Firms: Norton Rose Fulbright (Conergy); DibbsBarker (Conergy); Mills Oakley (Australian Renewable Energy Agency); Clifford Chance (Nord/LB);
Deal: Development and financing arrangements for the Lakeland Solar & Storage Project have been finalised.
Value: More than $17.4 million
Area: Banking & finance; energy
Key players: Regional general counsel for Conergy, Maree Myerscough, worked with a team of NRF lawyers on the deal.
The NRF team advising on the deal was led by global head of energy Simon Currie.
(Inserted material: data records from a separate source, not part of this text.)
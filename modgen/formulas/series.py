"""Preferred numbers for resistors and capacitors: the E series of IEC 60063."""

from __future__ import annotations

import math
from collections.abc import Mapping
from types import MappingProxyType

_E24 = (10, 11, 12, 13, 15, 16, 18, 20, 22, 24, 27, 30, 33, 36, 39, 43, 47, 51, 56, 62, 68, 75, 82, 91)

#: E192 rounds 10^(i/192) to three figures, with this one exception that the standard itself makes
_EXCEPTION = {919: 920}


def _computed(steps: int) -> tuple[int, ...]:
    """The series of three figures with so many steps to the decade."""
    rounded = (round(100.0 * 10.0 ** (i / steps)) for i in range(steps))
    return tuple(_EXCEPTION.get(value, value) for value in rounded)


#: Series name to its values in one decade, as whole numbers of two or three figures.
SERIES: Mapping[str, tuple[int, ...]] = MappingProxyType(
    {
        "E3": _E24[::8],
        "E6": _E24[::4],
        "E12": _E24[::2],
        "E24": _E24,
        "E48": _computed(48),
        "E96": _computed(96),
        "E192": _computed(192),
    }
)

_CLOSE = 1e-6  # a value this near, relatively, is the number itself: far below a part's tolerance


def series_values(series: str, low: float, high: float) -> tuple[float, ...]:
    """All preferred values between two bounds.

    Parameters
    ----------
    series : str
        ``E3`` to ``E192``. [-]
    low : float
        Lower bound, above zero, in any unit. [-]
    high : float
        Upper bound, in the same unit. [-]

    Returns
    -------
    tuple of float
        Values in rising order, bounds included. [-]

    Raises
    ------
    ValueError
        When there is no such series, the lower bound is not above zero, or the upper is infinite.

    Notes
    -----
    E3 to E24 are the table of the standard, with its historical departures from the power law (27, 30, 33, 36,
    39, 43, 47 and 82); E48 to E192 are 10^(i/n) rounded to three figures, with 920 in E192.

    References
    ----------
    .. [1] IEC 60063:2015, Preferred number series for resistors and capacitors.

    Examples
    --------
    >>> series_values("E6", 1e3, 10e3)
    (1000.0, 1500.0, 2200.0, 3300.0, 4700.0, 6800.0, 10000.0)
    """
    figures = _figures(series)
    if not low > 0.0 or math.isinf(high):
        raise ValueError(f"values from {low:g} to {high:g}: above 0, and not infinite")
    if high < low:
        return ()
    first = math.floor(math.log10(low)) - 1
    last = math.floor(math.log10(high)) + 1
    places = len(str(figures[0])) - 1
    values = (float(f"{figure}e{decade - places}") for decade in range(first, last + 1) for figure in figures)
    return tuple(v for v in values if low * (1.0 - _CLOSE) <= v <= high * (1.0 + _CLOSE))


def in_series(value: float, series: str) -> bool:
    """Whether a value is one of a series.

    Parameters
    ----------
    value : float
        Value, in any unit. [-]
    series : str
        ``E3`` to ``E192``. [-]

    Returns
    -------
    bool
        Whether it is, to within a millionth. [-]

    Raises
    ------
    ValueError
        When there is no such series.

    References
    ----------
    .. [1] IEC 60063:2015, Preferred number series for resistors and capacitors.

    Examples
    --------
    >>> in_series(4700.0, "E12"), in_series(5000.0, "E24")
    (True, False)
    """
    _figures(series)
    return 0.0 < value < math.inf and bool(series_values(series, value, value))


def nearest(value: float, series: str) -> float:
    """The value of a series that is nearest by ratio; of two as near, the lower.

    Parameters
    ----------
    value : float
        Value, above zero, in any unit. [-]
    series : str
        ``E3`` to ``E192``. [-]

    Returns
    -------
    float
        Value of the series, in the same unit. [-]

    Raises
    ------
    ValueError
        When there is no such series, or the value is not above zero and finite.

    References
    ----------
    .. [1] IEC 60063:2015, Preferred number series for resistors and capacitors. The series are geometric, so
       the nearest is meant by ratio.

    Examples
    --------
    >>> nearest(5000.0, "E12")
    4700.0
    """
    _figures(series)
    if not 0.0 < value < math.inf:
        raise ValueError(f"value {value:g}: above 0, and not infinite")
    around = series_values(series, value / 10.0, value * 10.0)
    return min(around, key=lambda candidate: (abs(math.log(candidate / value)), candidate))


def _figures(series: str) -> tuple[int, ...]:
    """The figures of a series, or an error that lists the series."""
    if series not in SERIES:
        raise ValueError(f"unknown series {series!r}: it is one of {', '.join(SERIES)}")
    return SERIES[series]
Partners Emanuel Confos and Noni Shannon, special counsel Chris Baker, senior associates Steven Choi, Juliette King, Jenida Satem and Kelly Davies, associate Thomas Bramah and graduate Ben Foster assisted.
A landmark project will supply solar power to far north Queensland, with development and financing arrangements now settled.
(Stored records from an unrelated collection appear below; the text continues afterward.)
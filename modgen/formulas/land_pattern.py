"""Names of land patterns from dimensions, by the convention of IPC-7351 and, for through-hole parts, IPC-7251.

A layout library that follows the convention has a pattern of that name; others are mapped by a file.
IPC-7251 was circulated as a draft and never published: the names for through-hole parts are in its style.
"""

from __future__ import annotations

from decimal import ROUND_HALF_DOWN, ROUND_HALF_UP, Decimal


def chip(family: str, length: float, width: float, height: float, density: str = "N") -> str:
    """Chip, moulded and flat two-terminal parts: RESC, CAPC, DIOM, SOD, SODFL.

    Parameters
    ----------
    family : str
        Leading letters: ``RESC``, ``CAPC``, ``CAPM``, ``DIOM``, ``SOD``, ``SODFL``. [-]
    length : float
        Length over the terminals. [m]
    width : float
        Body width. [m]
    height : float
        Greatest height. [m]
    density : str
        ``M`` most, ``N`` nominal, ``L`` least copper. [-]

    Returns
    -------
    str
        Length and width in tenths of a millimetre, height in hundredths: ``RESC1608X55N``. [-]

    Raises
    ------
    ValueError
        When a dimension is not above zero, or the density is unknown.

    Notes
    -----
    A half is rounded down, since 2.0 mm by 1.25 mm is the size 2012.

    References
    ----------
    .. [1] IPC-7351B, Generic Requirements for Surface Mount Design and Land Pattern Standard, naming convention.

    Examples
    --------
    >>> chip("RESC", 1.6e-3, 0.8e-3, 0.55e-3)
    'RESC1608X55N'
    """
    short = "".join(_figure(name, x, 1e-4).zfill(2) for name, x in (("length", length), ("width", width)))
    return f"{family}{short}X{_figure('height', height)}{_density(density)}"


def small_outline(family: str, pitch: float, span: float, height: float, pins: int, density: str = "N") -> str:
    """Gull-wing packages: SOIC, SOP, SOT.

    Parameters
    ----------
    family : str
        Leading letters: ``SOIC``, ``SOP``, ``SOT``. [-]
    pitch : float
        Distance of neighbouring pins. [m]
    span : float
        Greatest nominal extent over the leads. [m]
    height : float
        Greatest height. [m]
    pins : int
        Number of pins. [-]
    density : str
        ``M`` most, ``N`` nominal, ``L`` least copper. [-]

    Returns
    -------
    str
        In hundredths of a millimetre: ``SOIC127P600X175-8N``. [-]

    Raises
    ------
    ValueError
        When a dimension or the number of pins is not above zero, or the density is unknown.

    References
    ----------
    .. [1] IPC-7351B, Generic Requirements for Surface Mount Design and Land Pattern Standard, naming convention.

    Examples
    --------
    >>> small_outline("SOIC", 1.27e-3, 6.0e-3, 1.75e-3, 8)
    'SOIC127P600X175-8N'
    """
    name = f"{family}{_figure('pitch', pitch)}P{_figure('span', span)}X{_figure('height', height)}"
    return f"{name}-{_count(pins)}{_density(density)}"


def aluminium(base: float, height: float, density: str = "N") -> str:
    """Aluminium electrolytic on a square base for surface mounting.

    Parameters
    ----------
    base : float
        Side of the base. [m]
    height : float
        Greatest height. [m]
    density : str
        ``M`` most, ``N`` nominal, ``L`` least copper. [-]

    Returns
    -------
    str
        In hundredths of a millimetre: ``CAPAE660X550N``. [-]

    Raises
    ------
    ValueError
        When a dimension is not above zero, or the density is unknown.

    References
    ----------
    .. [1] IPC-7351B, Generic Requirements for Surface Mount Design and Land Pattern Standard, naming convention.

    Examples
    --------
    >>> aluminium(6.6e-3, 5.5e-3)
    'CAPAE660X550N'
    """
    return f"CAPAE{_figure('base', base)}X{_figure('height', height)}{_density(density)}"


def axial(family: str, pitch: float, lead: float, length: float, diameter: float) -> str:
    """Parts with axial leads, lying: RESAD, DIOAD, CAPAD.

    Parameters
    ----------
    family : str
        Leading letters: ``RESAD``, ``DIOAD``, ``CAPAD``. [-]
    pitch : float
        Lead spacing, after bending. [m]
    lead : float
        Lead diameter. [m]
    length : float
        Body length. [m]
    diameter : float
        Body diameter. [m]

    Returns
    -------
    str
        In hundredths of a millimetre: ``RESAD1016W60L630D250``. [-]

    Raises
    ------
    ValueError
        When a dimension is not above zero.

    References
    ----------
    .. [1] Draft IPC-7251, naming convention for through-hole land patterns.

    Examples
    --------
    >>> axial("DIOAD", 6.8e-3, 0.5e-3, 4.05e-3, 1.65e-3)
    'DIOAD680W50L405D165'
    """
    return (
        f"{family}{_figure('pitch', pitch)}W{_figure('lead', lead)}"
        f"L{_figure('length', length)}D{_figure('diameter', diameter)}"
    )


def radial_round(pitch: float, lead: float, diameter: float, height: float, polarised: bool = True) -> str:
    """Round capacitors with radial leads.

    Parameters
    ----------
    pitch : float
        Lead spacing. [m]
    lead : float
        Lead diameter. [m]
    diameter : float
        Can diameter. [m]
    height : float
        Greatest height. [m]
    polarised : bool
        Whether the part is polarised. [-]

    Returns
    -------
    str
        In hundredths of a millimetre: ``CAPPRD250W50D630H1150``, ``CAPRD...`` when not polarised. [-]

    Raises
    ------
    ValueError
        When a dimension is not above zero.

    References
    ----------
    .. [1] Draft IPC-7251, naming convention for through-hole land patterns.

    Examples
    --------
    >>> radial_round(2.5e-3, 0.5e-3, 6.3e-3, 11.5e-3)
    'CAPPRD250W50D630H1150'
    """
    return (
        f"{'CAPPRD' if polarised else 'CAPRD'}{_figure('pitch', pitch)}W{_figure('lead', lead)}"
        f"D{_figure('diameter', diameter)}H{_figure('height', height)}"
    )


def radial_box(pitch: float, lead: float, length: float, thickness: float, height: float) -> str:
    """Rectangular capacitors with radial leads, not polarised.

    Parameters
    ----------
    pitch : float
        Lead spacing. [m]
    lead : float
        Lead diameter. [m]
    length : float
        Body length, along the leads' spacing. [m]
    thickness : float
        Body thickness. [m]
    height : float
        Greatest height. [m]

    Returns
    -------
    str
        In hundredths of a millimetre: ``CAPRR500W50L720T350H850``. [-]

    Raises
    ------
    ValueError
        When a dimension is not above zero.

    References
    ----------
    .. [1] Draft IPC-7251, naming convention for through-hole land patterns.

    Examples
    --------
    >>> radial_box(5e-3, 0.5e-3, 7.2e-3, 3.5e-3, 8.5e-3)
    'CAPRR500W50L720T350H850'
    """
    return (
        f"CAPRR{_figure('pitch', pitch)}W{_figure('lead', lead)}L{_figure('length', length)}"
        f"T{_figure('thickness', thickness)}H{_figure('height', height)}"
    )


def dual_in_line(span: float, lead: float, pitch: float, length: float, height: float, pins: int) -> str:
    """Dual-in-line packages.

    Parameters
    ----------
    span : float
        Distance of the two rows. [m]
    lead : float
        Greatest lead width. [m]
    pitch : float
        Distance of neighbouring pins. [m]
    length : float
        Body length. [m]
    height : float
        Greatest height. [m]
    pins : int
        Number of pins. [-]

    Returns
    -------
    str
        In hundredths of a millimetre: ``DIP762W53P254L959H508Q8``. [-]

    Raises
    ------
    ValueError
        When a dimension or the number of pins is not above zero.

    References
    ----------
    .. [1] Draft IPC-7251, naming convention for through-hole land patterns.

    Examples
    --------
    >>> dual_in_line(7.62e-3, 0.53e-3, 2.54e-3, 9.59e-3, 5.08e-3, 8)
    'DIP762W53P254L959H508Q8'
    """
    return (
        f"DIP{_figure('span', span)}W{_figure('lead', lead)}P{_figure('pitch', pitch)}"
        f"L{_figure('length', length)}H{_figure('height', height)}Q{_count(pins)}"
    )


def _figure(name: str, dimension: float, unit: float = 1e-5) -> str:
    """A dimension as a whole number of units, by default hundredths of a millimetre."""
    # nine decimals first: 1.25e-3/1e-4 must be a half, whatever binary fractions make of it
    count = Decimal(f"{dimension / unit:.9f}") if 0.0 < dimension < 1.0 else Decimal(0)
    whole = count.quantize(Decimal(1), ROUND_HALF_DOWN if unit == 1e-4 else ROUND_HALF_UP)
    if whole <= 0:
        raise ValueError(f"{name} {dimension:g} m: above 0 m and below 1 m")
    return str(whole)


def _count(pins: int) -> str:
    """The number of pins as text."""
    if pins < 1:
        raise ValueError(f"{pins} pins: at least 1")
    return str(pins)


def _density(density: str) -> str:
    """The density letter, if it is one."""
    if density not in ("M", "N", "L"):
        raise ValueError(f"unknown density {density!r}: it is M, N or L")
    return density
Conergy has secured a $17.4 million grant from the Australian Renewable Energy Agency (ARENA) to build and operate the Lakeland Solar & Storage Project. Nord/LB is also providing debt financing for the project, located at the fringe of Ergon’s grid.
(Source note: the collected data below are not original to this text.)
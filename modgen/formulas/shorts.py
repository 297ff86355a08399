"""Shorted outputs: the current, and what the amplifier that drives them turns into heat."""

from __future__ import annotations

import math


def shorted_current(voltage: float, resistance: float, limit: float) -> float:
    """Current of an output into a short.

    Parameters
    ----------
    voltage : float
        Voltage between what the amplifier drives to and the far end of the short. [V]
    resistance : float
        Resistance between the two, not negative. [ohm]
    limit : float
        Current at which the amplifier limits, not negative; infinite when it does not. [A]

    Returns
    -------
    float
        Magnitude of the current. [A]

    Raises
    ------
    ValueError
        When the resistance is below 0 ohm or the limit below 0 A.

    Notes
    -----
    V/R, or the limit when that is lower.

    References
    ----------
    .. [1] Ohm's law; output current limiting: P. Horowitz, W. Hill, The Art of Electronics, 3rd ed., 2015, chapter 4.

    Examples
    --------
    >>> round(shorted_current(12.6, 1e3, 60e-3) * 1e3, 6)
    12.6
    """
    if resistance < 0.0 or limit < 0.0:
        raise ValueError(f"{resistance:g} ohm, limit {limit:g} A: neither below 0")
    return min(abs(voltage) / resistance, limit) if resistance else limit


def section_power(voltage: float, resistance: float, limit: float) -> float:
    """Greatest heat in an output stage that feeds a resistance from its rail, whatever level it drives.

    Parameters
    ----------
    voltage : float
        Voltage between the rail that the current comes from and the far end of the resistance. [V]
    resistance : float
        Resistance, not negative. [ohm]
    limit : float
        Current at which the amplifier limits, not negative. [A]

    Returns
    -------
    float
        Heat in the output stage, without the quiescent current. [W]

    Raises
    ------
    ValueError
        When the resistance is below 0 ohm or the limit below 0 A.

    Notes
    -----
    The stage keeps V - I R at a current I: the product is greatest, V^2/(4 R), at I = V/(2 R); at the limit,
    when that comes first.

    References
    ----------
    .. [1] Class B output stage: P. Horowitz, W. Hill, The Art of Electronics, 3rd ed., 2015, chapter 2,
       push-pull output stages.

    Examples
    --------
    >>> round(section_power(12.6, 1e3, 60e-3) * 1e3, 2), round(section_power(12.0, 0.0, 60e-3), 2)
    (39.69, 0.72)
    """
    if resistance < 0.0 or limit < 0.0 or math.isinf(limit):
        raise ValueError(f"{resistance:g} ohm, limit {limit:g} A: neither below 0, the limit finite")
    current = min(abs(voltage) / (2.0 * resistance), limit) if resistance else limit
    return current * (abs(voltage) - current * resistance)
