"""Loading: what a resistance in series with a load costs in scale."""

from __future__ import annotations

import math


def loading_error(source: float, load: float) -> float:
    """Share of a signal that is lost in its source resistance.

    Parameters
    ----------
    source : float
        Source or series resistance, not negative. [ohm]
    load : float
        Load resistance, above zero; infinite when there is none. [ohm]

    Returns
    -------
    float
        Loss, as a positive fraction of the signal. [-]

    Raises
    ------
    ValueError
        When the source is below 0 ohm, or the load is not above 0 ohm.

    Notes
    -----
    1 - R_load/(R_source + R_load) = R_source/(R_source + R_load).

    References
    ----------
    .. [1] P. Horowitz, W. Hill, The Art of Electronics, 3rd ed., 2015, chapter 1, voltage dividers and
       circuit loading.

    Examples
    --------
    >>> round(loading_error(1e3, 100e3), 6)
    0.009901
    """
    if source < 0.0 or not load > 0.0:
        raise ValueError(f"source {source:g} ohm, load {load:g} ohm: 0 <= source and 0 < load")
    return 0.0 if math.isinf(load) else source / (source + load)


def divider(voltage: float, upper: float, lower: float) -> float:
    """Voltage at the middle of two resistors in series.

    Parameters
    ----------
    voltage : float
        Voltage across both. [V]
    upper : float
        Resistance between the voltage and the middle, not negative. [ohm]
    lower : float
        Resistance between the middle and 0 V, not negative. [ohm]

    Returns
    -------
    float
        Voltage across the lower one. [V]

    Raises
    ------
    ValueError
        When a resistance is below 0 ohm, or both are 0 ohm.

    Notes
    -----
    V R_lower/(R_upper + R_lower).

    References
    ----------
    .. [1] T. R. Kuphaldt, Lessons in Electric Circuits, volume I, chapter 6, voltage divider circuits.

    Examples
    --------
    >>> divider(45.0, 15e3, 7.5e3)
    15.0
    """
    if upper < 0.0 or lower < 0.0 or upper + lower == 0.0:
        raise ValueError(f"divider of {upper:g} ohm over {lower:g} ohm: neither below 0, not both 0")
    return voltage * lower / (upper + lower)


def parallel(*resistances: float) -> float:
    """Resistance of resistors in parallel.

    Parameters
    ----------
    *resistances : float
        Each resistance, not negative; infinite ones do not count. [ohm]

    Returns
    -------
    float
        Resistance of all together; infinite when there is none. [ohm]

    Raises
    ------
    ValueError
        When one is below 0 ohm.

    Notes
    -----
    1/R is the sum of all 1/R_i.

    References
    ----------
    .. [1] T. R. Kuphaldt, Lessons in Electric Circuits, volume I, chapter 5, parallel circuits.

    Examples
    --------
    >>> round(parallel(100e3, 100e3, 50e3))
    25000
    """
    if any(r < 0.0 for r in resistances):
        raise ValueError(f"{min(resistances):g} ohm in parallel: not below 0 ohm")
    if any(r == 0.0 for r in resistances):
        return 0.0
    conductance = math.fsum(1.0 / r for r in resistances)
    return 1.0 / conductance if conductance else math.inf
Construction of the solar and storage project, Australia’s first, will begin near the town of Lakeland in Queensland. The final complex will comprise a 10.8MW (AC) solar photovoltaic (PV) plant with 1.4MW/5.3MWh of lithium-ion battery storage.
The plant will combine big battery storage and big solar to generate power for use at night and during peak power usage times.
Lead lawyer for the deal, NRF global head of energy Simon Currie, said his team was “proud” to have acted for one of the world’s largest solar companies. He suggested plants such as the one to be built near Lakeland would cater to future power needs.
“Solar PV+ is the future and the Lakeland project comprises solar PV+ battery in an on-grid environment,” Mr Currie said.
ARENA CEO Ivor Frischknecht highlighted the benefit of integrating batteries with solar farms, adding that the global shift to renewable energy is underway.
“We know that battery storage will play a critical role in our future energy systems. The benefit of adding batteries to solar farms is simple: they store energy from the sun for use at peak times and overnight. They can also smooth solar energy output on cloudy days,” Mr Frischknecht said.
“The global energy transition is happening faster than many anticipated and Australia is well placed to be a key player. Our growing expertise in integrating renewables and batteries could readily translate into economic opportunities including export dollars in world markets,” he said.